Jack arrives to examine the baby.
Claire: There’s something wrong.
Jack: Perfectly normal. He’s okay. Probably roseola.
Claire: What about infection?
Jack: We’ve been on this island for two months, and no one’s gotten sick. Which, when you think about it, is completely ridiculous. But then again, I guess we make up for our hardy physical health with a steady diet of visions, delusions, hallucinations and bizarro stuff like that.

[STILL ON THE BEACH]
Libby and Hurley are sitting together as Kate approaches with Claire, who’s holding her still-crying baby.
Claire: Libby, you’re a shrink, yeah?
Libby: Well, I’m a clinical psychologist, [STRINGS PLAY AN OMINOUS DUNNT-DUNNT-DUNNNN, OR THEY SHOULD ANYWAY, CONSIDERING HOW MUCH WE TRUST CLINICAL PSYCHOLOGISTS ON THIS ISLAND] but these days I just spend my time stringing poor Hurley along like a 300-pound lovestruck puppy.
Audience: Boo! Get your mitts off our chunky-but-beloved Hurley, you Dharma-spyin’ hussy!
Drew: Hey, leave that sexy Libby alone, you common rabble.
Audience: Oh, don’t tell us you’ve got a crush on her — everybody knows she’s pure E-VIL!
Drew: Well, aside from the hot Italian babe who Jack kissed and then failed to follow up on like a total idiot . . . um, yeah, I guess maybe I’ve got a crush on Libby. Even though I preferred the only-one-of-my-shirt-buttons-is-still-attached outfit she had on when they introduced her.
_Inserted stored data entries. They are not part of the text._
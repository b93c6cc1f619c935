import { eq } from 'drizzle-orm';
import { afterAll, describe, expect, it } from 'vitest';
import { caughtMail, outbox } from '$lib/server/db/schema';
import { enqueueMail } from '$lib/server/mail/outbox';
import { mailMode, startMail, stopMail } from '$lib/server/mail/service';
import { mailTransport } from '$lib/server/mail/transport';
import { kickOutbox, startOutboxWorker } from '$lib/server/mail/worker';
import { useTestDatabase } from '../setup/test-db';

delete process.env.SMTP_URL;
delete process.env.SMTP_CATCHER_PORT;
delete process.env.MAIL_WORKER;
const db = useTestDatabase();

afterAll(async () => {
	await stopMail();
});

async function waitFor<T>(probe: () => Promise<T | undefined>, ms = 5_000): Promise<T> {
	const end = Date.now() + ms;
	for (;;) {
		const value = await probe();
		if (value !== undefined) return value;
		if (Date.now() > end) throw new Error('timed out');
		await new Promise((r) => setTimeout(r, 25));
	}
}

describe('startMail / stopMail', () => {
	it('starts the catcher and the loop once, and a kick delivers queued mail', async () => {
		const first = await startMail();
		expect(first.mode).toBe('catcher');
		expect(first.catcherPort).toBeGreaterThan(0);
		expect(await startMail()).toEqual(first);
		expect(await mailMode()).toBe('catcher');

		await enqueueMail(db(), {
			dedupeKey: 'service:1',
			category: 'transactional',
			to: 'ana@tideward.test',
			subject: 'Through the loop',
			html: '<p>Hello</p>',
			text: 'Hello'
		});
		kickOutbox();

		const caught = await waitFor(async () => {
			const [row] = await db()
				.select()
				.from(caughtMail)
				.where(eq(caughtMail.subject, 'Through the loop'));
			return row;
		});
		expect(caught.envelopeTo).toEqual(['ana@tideward.test']);
		const [queued] = await db().select().from(outbox).where(eq(outbox.dedupeKey, 'service:1'));
		expect(queued.messageId).toBe(caught.messageId);
		await waitFor(async () => {
			const [row] = await db().select().from(outbox).where(eq(outbox.dedupeKey, 'service:1'));
			return row.status === 'sent' ? row : undefined;
		});
	});

	it('stops the transport and can start again on a new port', async () => {
		await stopMail();
		expect(await mailMode()).toBeUndefined();
		expect(() => mailTransport()).toThrow(/startMail/);
		const again = await startMail();
		expect(again.mode).toBe('catcher');
		await stopMail();
	});

	it('does not start the loop with MAIL_WORKER=off', () => {
		process.env.MAIL_WORKER = 'off';
		try {
			expect(startOutboxWorker()).toBe(false);
		} finally {
			delete process.env.MAIL_WORKER;
		}
	});
});
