interface GiftRow {
	id: string;
	paidOn: string | null;
	source: string;
	status: string;
	amountCents: number;
	feeCents: number | null;
	netCents: number | null;
	refundedCents: number;
	donorName: string;
	donorEmail: string;
	interval: string | null;
	patientName: string | null;
	levelName: string | null;
	method: string | null;
}
interface GiftList {
	rows: GiftRow[];
	total: number;
	page: number;
	pageSize: number;
	pageCount: number;
	totals: { amountCents: number; refundedCents: number; netCents: number };
}

async function person(name: string, roles: Role[] = ['supporter'], email?: string) {
	const id = crypto.randomUUID();
	const address = email ?? `${name.split(' ')[0].toLowerCase()}-${id.slice(0, 6)}@example.test`;
	await db().insert(users).values({ id, email: address, name, emailVerified: true });
	return { id, email: address, name, roles } satisfies SessionUser;
}

function event(
	path: string,
	user: SessionUser | null,
	options: { form?: Record<string, string>; params?: Record<string, string> } = {}
) {
	const url = new URL(path, ORIGIN);
	let request = new Request(url);
	if (options.form) {
		const body = new FormData();
		for (const [key, value] of Object.entries(options.form)) body.append(key, value);
		request = new Request(url, { method: 'POST', body });
	}
	return {
		request,
		url,
		locals: { user, session: null, requestId: 'test' },
		params: options.params ?? {},
		cookies: { get: () => undefined, set: () => {}, delete: () => {} },
		getClientAddress: () => '127.0.0.1'
	} as never;
}

async function listJson(query: string, user: SessionUser = staff) {
	const response = await giftsJson(event(`/api/ledger/gifts?${query}`, user));
	expect(response.status).toBe(200);
	return (await response.json()) as GiftList;
}

const all = (query = '') => listJson(`pageSize=200&${query}`);

/** An adoption paid on the fake checkout page, its events applied. */
async function adopt(supporter: SessionUser, patientId: string, levelId: string, cents: number) {
	const attemptId = crypto.randomUUID();
	const { url } = await startCheckout({
		attemptId,
		patientId,
		levelId,
		amountCents: cents,
		kind: 'self',
		supporter: { id: supporter.id, email: supporter.email, name: supporter.name }
	});
	const paid = payCheckoutSession(url.split('/').at(-1)!, { cardNumber: '4242424242424242' });
	expect(paid.ok).toBe(true);
	await fake.flushWebhooks();
	return attemptId;
}

const recordGift = (form: Record<string, string>, user: SessionUser = staff) =>
	newGiftActions.default(event('/staff/ledger/gifts/new', user, { form }));

async function expectRedirectToManualList(result: unknown) {
	const thrown = await Promise.resolve(result).then(
		() => null,
		(err: unknown) => err
	);
	expect(isRedirect(thrown)).toBe(true);
	if (isRedirect(thrown)) {
		expect(thrown.status).toBe(303);
		expect(thrown.location).toBe('/staff/ledger/gifts?interval=manual');
	}
}

async function tableCounts() {
	const [[g], [r], [o]] = await Promise.all([
		db().select({ n: count() }).from(gifts),
		db().select({ n: count() }).from(receipts),
		db().select({ n: count() }).from(outbox)
	]);
	return { gifts: g.n, receipts: r.n, outbox: o.n };
}

async function csvText(query = '') {
	const response = await giftsCsv(event(`/api/ledger/gifts.csv?${query}`, staff));
	expect(response.status).toBe(200);
	return { response, text: await response.text() };
}

interface SupporterData {
	name: string | null;
	hasAccount: boolean;
	given: string;
	gifts: { source: string; amount: string }[];
	adoptions: { patientName: string; levelName: string; status: string }[];
	receipts: { status: string; kind: string; amount: string }[];
}
interface GiftsPageData {
	options: { patients: { id: string; name: string }[]; levels: { id: string; name: string }[] };
	values: Record<string, string>;
	query: { sort: string; dir: string; page: number; pageSize: number };
	list: GiftList;
	problem: { message: string; errors: Record<string, string> } | null;
}

const supporterView = async (email: string) =>
	(await supporterLoad(
		event('/staff/ledger/supporters/x', staff, { params: { email } })
	)) as unknown as SupporterData;

const giftsPageView = async (path: string) =>
	(await giftsPageLoad(event(path, staff))) as unknown as GiftsPageData;

const sum = (rows: GiftRow[], key: 'amountCents' | 'refundedCents' | 'netCents') =>
	rows.reduce((total, row) => total + (row[key] ?? 0), 0);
Audience: But Libby’s pure E-VIL.
Drew: I know, I know . . . but I think I can change her.
Claire: Can we get back to my scene, please? [to Libby] I had no idea what happened, and now I’m seeing these flashes of things.
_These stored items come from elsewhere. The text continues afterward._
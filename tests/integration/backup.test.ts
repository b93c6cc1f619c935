// `npm run backup` and `npm run restore` end to end: the scripts run as an operator runs them (a
// child process with DATA_DIR / DATABASE_URL), on a data folder holding the demo scenario, paid
// adoptions, a photo, caught mail and the local payment service's state. What comes back is
// compared with what went in by this file's own queries, not by the scripts' counts.
import { spawn, spawnSync } from 'node:child_process';
import {
	copyFileSync,
	existsSync,
	mkdirSync,
	mkdtempSync,
	readdirSync,
	readFileSync,
	rmSync,
	statSync
} from 'node:fs';
import { tmpdir } from 'node:os';
import { join } from 'node:path';
import pg from 'pg';
import sharp from 'sharp';
import { afterAll, beforeAll, describe, expect, it } from 'vitest';
import { closeDatabase, db, openDatabase, pgliteInstance } from '$lib/server/db';
import { caughtMail } from '$lib/server/db/schema';
import { seedDemo } from '$lib/server/db/seed/demo';
import { ensureDemoAdoptions } from '$lib/server/demo-adoptions';
import { storeImage } from '$lib/server/media';
import { startTestProcessor } from './fake-processor';

process.env.MAIL_WORKER = 'off';
process.env.ARGON2_TEST_PARAMS = '1';

type Query = (sql: string) => Promise<Record<string, unknown>[]>;

interface Snapshot {
	counts: Record<string, number>;
	sequences: Record<string, string | null>;
	gifts: string;
	photos: string;
	mail: string;
}

/** Row counts of every table, sequence positions, and checksums of the rows that matter most. */
async function snapshot(query: Query): Promise<Snapshot> {
	const counts: Record<string, number> = {};
	const tables = await query(
		`SELECT schemaname, tablename FROM pg_catalog.pg_tables
		 WHERE schemaname NOT IN ('pg_catalog', 'information_schema') ORDER BY 1, 2`
	);
	for (const { schemaname, tablename } of tables) {
		const [row] = await query(`SELECT count(*)::int AS n FROM "${schemaname}"."${tablename}"`);
		counts[`${schemaname}.${tablename}`] = Number(row.n);
	}
	const sequences = Object.fromEntries(
		(await query('SELECT sequencename, last_value::text AS v FROM pg_sequences ORDER BY 1')).map(
			(r) => [String(r.sequencename), r.v === null ? null : String(r.v)]
		)
	);
	// md5 of every column of every row, in primary-key order (PostgreSQL's row-to-text form).
	const sum = async (sql: string) => String((await query(sql))[0].sum);
	return {
		counts,
		sequences,
		gifts: await sum(
			`SELECT md5(coalesce(string_agg(g::text, E'\\n' ORDER BY g.id), '')) AS sum FROM gifts g`
		),
		photos: await sum(
			`SELECT md5(coalesce(string_agg(v::text, E'\\n' ORDER BY media_id, width, format), '')) AS sum
			 FROM media_variants v`
		),
		mail: await sum(
			`SELECT md5(coalesce(string_agg(m::text, E'\\n' ORDER BY m.id), '')) AS sum FROM caught_mail m`
		)
	};
}

function runScript(script: 'backup' | 'restore', args: string[], env: Record<string, string>) {
	return new Promise<{ code: number | null; stdout: string; stderr: string }>((resolve) => {
		const child = spawn(process.execPath, [`scripts/${script}.js`, ...args], {
			env: { ...process.env, DATABASE_URL: '', ...env },
			stdio: ['ignore', 'pipe', 'pipe']
		});
		let stdout = '';
		let stderr = '';
		child.stdout.on('data', (d) => (stdout += d));
		child.stderr.on('data', (d) => (stderr += d));
		child.once('exit', (code) => resolve({ code, stdout, stderr }));
	});
}

const escaped = (text: string) => text.replace(/[.*+?^${}()|[\]\\]/g, '\\$&');

const backupFiles = (dir: string) =>
	existsSync(dir) ? readdirSync(dir).filter((n) => n.endsWith('.tar.gz')) : [];

/**
 * Fills the open database as a running hospital would: the demo scenario, three adoptions paid
 * through the local payment service (gifts, receipts, outbox), a photo and a caught message.
 * Leaves the payment service's state file in `dataDir`, where the server keeps it.
 */
async function fillDatabase(dataDir: string) {
	const database = db();
	await seedDemo(database);
	mkdirSync(dataDir, { recursive: true });
	const processor = await startTestProcessor('backup');
	try {
		expect(await ensureDemoAdoptions()).toBe(3);
		await processor.fake.flushWebhooks();
		copyFileSync(
			join(processor.fake.dataDir, 'fake-stripe.json'),
			join(dataDir, 'fake-stripe.json')
		);
	} finally {
		await processor.stop();
	}
	const photo = await sharp({
		create: { width: 900, height: 600, channels: 3, background: { r: 20, g: 120, b: 130 } }
	})
		.jpeg()
		.toBuffer();
	await storeImage({ bytes: photo, alt: 'A loggerhead in the pool', uploadedBy: null });
	await database.insert(caughtMail).values({
		messageId: '<backup-test@tideward.test>',
		envelopeFrom: 'no-reply@tideward.test',
		envelopeTo: ['dolores.supporter@tideward.test'],
		subject: 'A field note',
		text: 'Perla ate well today.',
		raw: 'Subject: A field note\r\n\r\nPerla ate well today.'
	});
}

describe('backup and restore of an embedded database (PGlite)', () => {
	let root: string;
	let dataDir: string;
	let restored: string;
	let out: string;
	let before: Snapshot;
	let backupFile: string;

	beforeAll(async () => {
		root = mkdtempSync(join(tmpdir(), 'tideward-backup-test-'));
		[dataDir, restored, out] = ['data', 'restored', 'backups'].map((name) => join(root, name));
		await openDatabase({ dataDir });
		await fillDatabase(dataDir);
		const pglite = pgliteInstance()!;
		before = await snapshot(async (sql) => (await pglite.query(sql)).rows as never);
		// The database stays open: the first test is a backup attempt while the "server" runs.
	}, 180_000);

	afterAll(async () => {
		await closeDatabase();
		if (root) rmSync(root, { recursive: true, force: true });
	});

	it('the data folder holds what a restore must bring back', () => {
		expect(before.counts['public.gifts']).toBe(3);
		expect(before.counts['public.media_variants']).toBeGreaterThan(1);
		expect(before.counts['public.caught_mail']).toBe(1);
		expect(before.counts['public.patients']).toBeGreaterThanOrEqual(8);
		expect(before.counts['drizzle.__drizzle_migrations']).toBeGreaterThan(0);
		expect(existsSync(join(dataDir, 'fake-stripe.json'))).toBe(true);
	});

	it('refuses, in one line, while a server holds the data folder', async () => {
		const run = await runScript('backup', ['--out', out], { DATA_DIR: dataDir });
		expect(run.code).toBe(1);
		expect(run.stderr.trim()).toBe(
			`The data folder ${dataDir} is in use by a running Tideward server (pid ${process.pid}): stop it, run npm run backup, then start it again (an embedded database is copied only while no server writes it).`
		);
		expect(backupFiles(out)).toEqual([]);
	});

	it('backs up the stopped folder into one file', async () => {
		await closeDatabase();
		const run = await runScript('backup', ['--out', out], { DATA_DIR: dataDir });
		expect(run.stderr).toBe('');
		expect(run.code).toBe(0);
		const files = backupFiles(out);
		expect(files).toHaveLength(1);
		expect(files[0]).toMatch(/^tideward-\d{8}-\d{6}\.tar\.gz$/);
		backupFile = join(out, files[0]);
		const tables = Object.keys(before.counts).length;
		const rows = Object.values(before.counts).reduce((a, b) => a + b, 0);
		expect(run.stdout.trim()).toMatch(
			new RegExp(
				`^${escaped(`Backed up the embedded database in ${dataDir} (${tables} tables, ${rows} rows) and 1 other file to ${backupFile} (`)}\\d+(\\.\\d)? [KM]B\\)\\.$`
			)
		);
		// Only its owner may read it: it holds password hashes and the app's secrets.
		expect(statSync(backupFile).mode & 0o077).toBe(0);
		// The backup left the folder as it was, unlocked.
		expect(existsSync(join(dataDir, 'tideward.lock'))).toBe(false);
		// An ordinary tar file: the operator can look inside with the usual tools.
		const listing = spawnSync('tar', ['-tzf', backupFile], { encoding: 'utf8' });
		if (!listing.error) {
			expect(listing.stdout.trim().split('\n')).toEqual([
				'tideward-backup.json',
				'database/pgdata.tar.gz',
				'files/fake-stripe.json'
			]);
		}
	});

	it('restores into a new folder: every table, sequence, gift, photo, message and file', async () => {
		const run = await runScript('restore', [backupFile], { DATA_DIR: restored });
		expect(run.stderr).toBe('');
		expect(run.code).toBe(0);
		expect(run.stdout).toContain(`into ${restored}:`);
		expect(run.stdout).toContain('(every count matches the backup), and fake-stripe.json');
		expect(readdirSync(restored).filter((n) => n.startsWith('.') || n === 'tideward.lock')).toEqual(
			[]
		);
		expect(readFileSync(join(restored, 'fake-stripe.json'))).toEqual(
			readFileSync(join(dataDir, 'fake-stripe.json'))
		);
		// Opened the way the server opens it (lock, migrations: nothing left to apply).
		await openDatabase({ dataDir: restored });
		const pglite = pgliteInstance()!;
		const after = await snapshot(async (sql) => (await pglite.query(sql)).rows as never);
		expect(after).toEqual(before);

		// The comparison notices a difference (one gift's amount changed by a cent).
		await pglite.query(
			'UPDATE gifts SET amount_cents = amount_cents + 1 WHERE id = (SELECT min(id) FROM gifts)'
		);
		const changed = await snapshot(async (sql) => (await pglite.query(sql)).rows as never);
		expect(changed.counts).toEqual(before.counts);
		expect(changed.gifts).not.toBe(before.gifts);
		await closeDatabase();
	});

	it('leaves a folder that holds something alone unless --force', async () => {
		const refused = await runScript('restore', [backupFile], { DATA_DIR: restored });
		expect(refused.code).toBe(1);
		expect(refused.stderr.trim()).toMatch(
			new RegExp(
				`^${escaped(restored)} is not empty \\(\\d+ entries\\): set DATA_DIR to an empty or new folder, or add --force to replace what is there\\.$`
			)
		);
		await openDatabase({ dataDir: restored });
		let pglite = pgliteInstance()!;
		expect((await snapshot(async (sql) => (await pglite.query(sql)).rows as never)).gifts).not.toBe(
			before.gifts
		);
		await closeDatabase();

		const forced = await runScript('restore', [backupFile, '--force'], { DATA_DIR: restored });
		expect(forced.stderr).toBe('');
		expect(forced.code).toBe(0);
		await openDatabase({ dataDir: restored });
		pglite = pgliteInstance()!;
		expect(await snapshot(async (sql) => (await pglite.query(sql)).rows as never)).toEqual(before);
		await closeDatabase();
	});

	it('refuses to restore into a folder a server holds, even with --force', async () => {
		await openDatabase({ dataDir: restored });
		const run = await runScript('restore', [backupFile, '--force'], { DATA_DIR: restored });
		await closeDatabase();
		expect(run.code).toBe(1);
		expect(run.stderr.trim()).toBe(
			`The data folder ${restored} is in use by a running Tideward server (pid ${process.pid}): stop it before restoring into it.`
		);
	});

	it('refuses a file that is not a backup, and a backup of the other kind of database', async () => {
		const notBackup = await runScript('restore', ['package.json'], { DATA_DIR: join(root, 'x') });
		expect(notBackup.code).toBe(1);
		expect(notBackup.stderr.trim()).toBe(
			'package.json cannot be restored: it is not a gzip-compressed file.'
		);
		const wrongKind = await runScript('restore', [backupFile], {
			DATA_DIR: join(root, 'x'),
			DATABASE_URL: 'postgres://tideward@127.0.0.1:1/none'
		});
		expect(wrongKind.code).toBe(1);
		expect(wrongKind.stderr.trim()).toBe(
			`${backupFile} holds an embedded (PGlite) database, but DATABASE_URL is set: unset it to restore into DATA_DIR (${join(root, 'x')}).`
		);
		expect(existsSync(join(root, 'x'))).toBe(false);
	});
});

// The server path needs a PostgreSQL server (DATABASE_URL, with the right to create databases)
// and its client tools; without them it is skipped, and the reason is in its name.
const tools = ['pg_dump', 'pg_restore'].filter(
	(tool) => spawnSync(tool, ['--version']).status !== 0
);
const skipReason = !process.env.DATABASE_URL
	? 'DATABASE_URL is not set'
	: tools.length
		? `${tools.join(' and ')} not installed`
		: '';

describe.skipIf(skipReason !== '')(
	`backup and restore on a PostgreSQL server${skipReason ? ` (skipped: ${skipReason})` : ''}`,
	() => {
		let root: string;
		const names = {
			source: `tideward_backup_src_${process.pid}`,
			target: `tideward_backup_dst_${process.pid}`
		};
		const urlOf = (name: string) => {
			const url = new URL(process.env.DATABASE_URL!);
			url.pathname = `/${name}`;
			return url.toString();
		};
		const admin = () => new pg.Client({ connectionString: process.env.DATABASE_URL });
		async function onServer<T>(url: string, body: (query: Query) => Promise<T>): Promise<T> {
			const client = new pg.Client({ connectionString: url });
			await client.connect();
			try {
				return await body(async (sql) => (await client.query(sql)).rows);
			} finally {
				await client.end();
			}
		}
		let before: Snapshot;

		beforeAll(async () => {
			root = mkdtempSync(join(tmpdir(), 'tideward-backup-pg-test-'));
			const client = admin();
			await client.connect();
			for (const name of Object.values(names)) await client.query(`CREATE DATABASE ${name}`);
			await client.end();
			await closeDatabase();
			await openDatabase({ databaseUrl: urlOf(names.source) });
			await fillDatabase(join(root, 'source'));
			await closeDatabase();
			before = await onServer(urlOf(names.source), snapshot);
		}, 180_000);

		afterAll(async () => {
			await closeDatabase();
			const client = admin();
			await client.connect();
			for (const name of Object.values(names)) {
				await client.query(`DROP DATABASE IF EXISTS ${name} WITH (FORCE)`);
			}
			await client.end();
			if (root) rmSync(root, { recursive: true, force: true });
		});

		it('round-trips through pg_dump and pg_restore into an empty database', async () => {
			const out = join(root, 'backups');
			const backup = await runScript('backup', ['--out', out], {
				DATABASE_URL: urlOf(names.source),
				DATA_DIR: join(root, 'source')
			});
			expect(backup.stderr).toBe('');
			expect(backup.code).toBe(0);
			expect(backup.stdout).toContain('Backed up the PostgreSQL database at DATABASE_URL');
			const [file] = backupFiles(out);
			const listing = spawnSync('tar', ['-tzf', join(out, file)], { encoding: 'utf8' });
			if (!listing.error) expect(listing.stdout).toContain('database/tideward.pgdump');

			const env = { DATABASE_URL: urlOf(names.target), DATA_DIR: join(root, 'target') };
			const restore = await runScript('restore', [join(out, file)], env);
			expect(restore.stderr).toBe('');
			expect(restore.code).toBe(0);
			expect(await onServer(urlOf(names.target), snapshot)).toEqual(before);
			expect(readFileSync(join(root, 'target', 'fake-stripe.json'))).toEqual(
				readFileSync(join(root, 'source', 'fake-stripe.json'))
			);

			const again = await runScript('restore', [join(out, file)], env);
			expect(again.code).toBe(1);
			expect(again.stderr.trim()).toMatch(
				/^The database at DATABASE_URL is not empty \(\d+ tables\): point DATABASE_URL at an empty database, or add --force to replace what is there\.$/
			);
			await onServer(urlOf(names.target), (query) =>
				query('DELETE FROM caught_mail').then(() => undefined)
			);
			const forced = await runScript('restore', [join(out, file), '--force'], env);
			expect(forced.stderr).toBe('');
			expect(forced.code).toBe(0);
			expect(await onServer(urlOf(names.target), snapshot)).toEqual(before);
		});
	}
);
Libby: That’s not so strange. Hurley almost saw a flash of something a few days ago, but then I was the one flashing him.
Claire: But why does my baby keep crying?
Libby: Well, I’m a clinical psychologist and not a child-care expert, but maybe you should figure out how to support your child’s head while you’re trudging across the beach, instead of letting it flop all over the place like a saddle-bag hanging off a pack-mule. That could be a start, Claire. Did you just get massively dumber since the last episode or what?
Claire: Back in Australia, they’d say that if it weren’t for moms like me, dingoes would be going to bed hungry. I wonder what they meant by that?

[IN THE HATCH]
It’s only Jack and Locke, dealing with their hostage Henry Gale and not dealing with the fact that it’s always the same few people in the Hatch. Since everybody has been living so primitively after the crash, how come there isn’t a line of castaways out the door, waiting for their 60 minutes’ of couch-time? Not that I want to gripe about never hearing about the other castaways — not since we saw what happened to that grouchy high school teacher when he started complaining about it.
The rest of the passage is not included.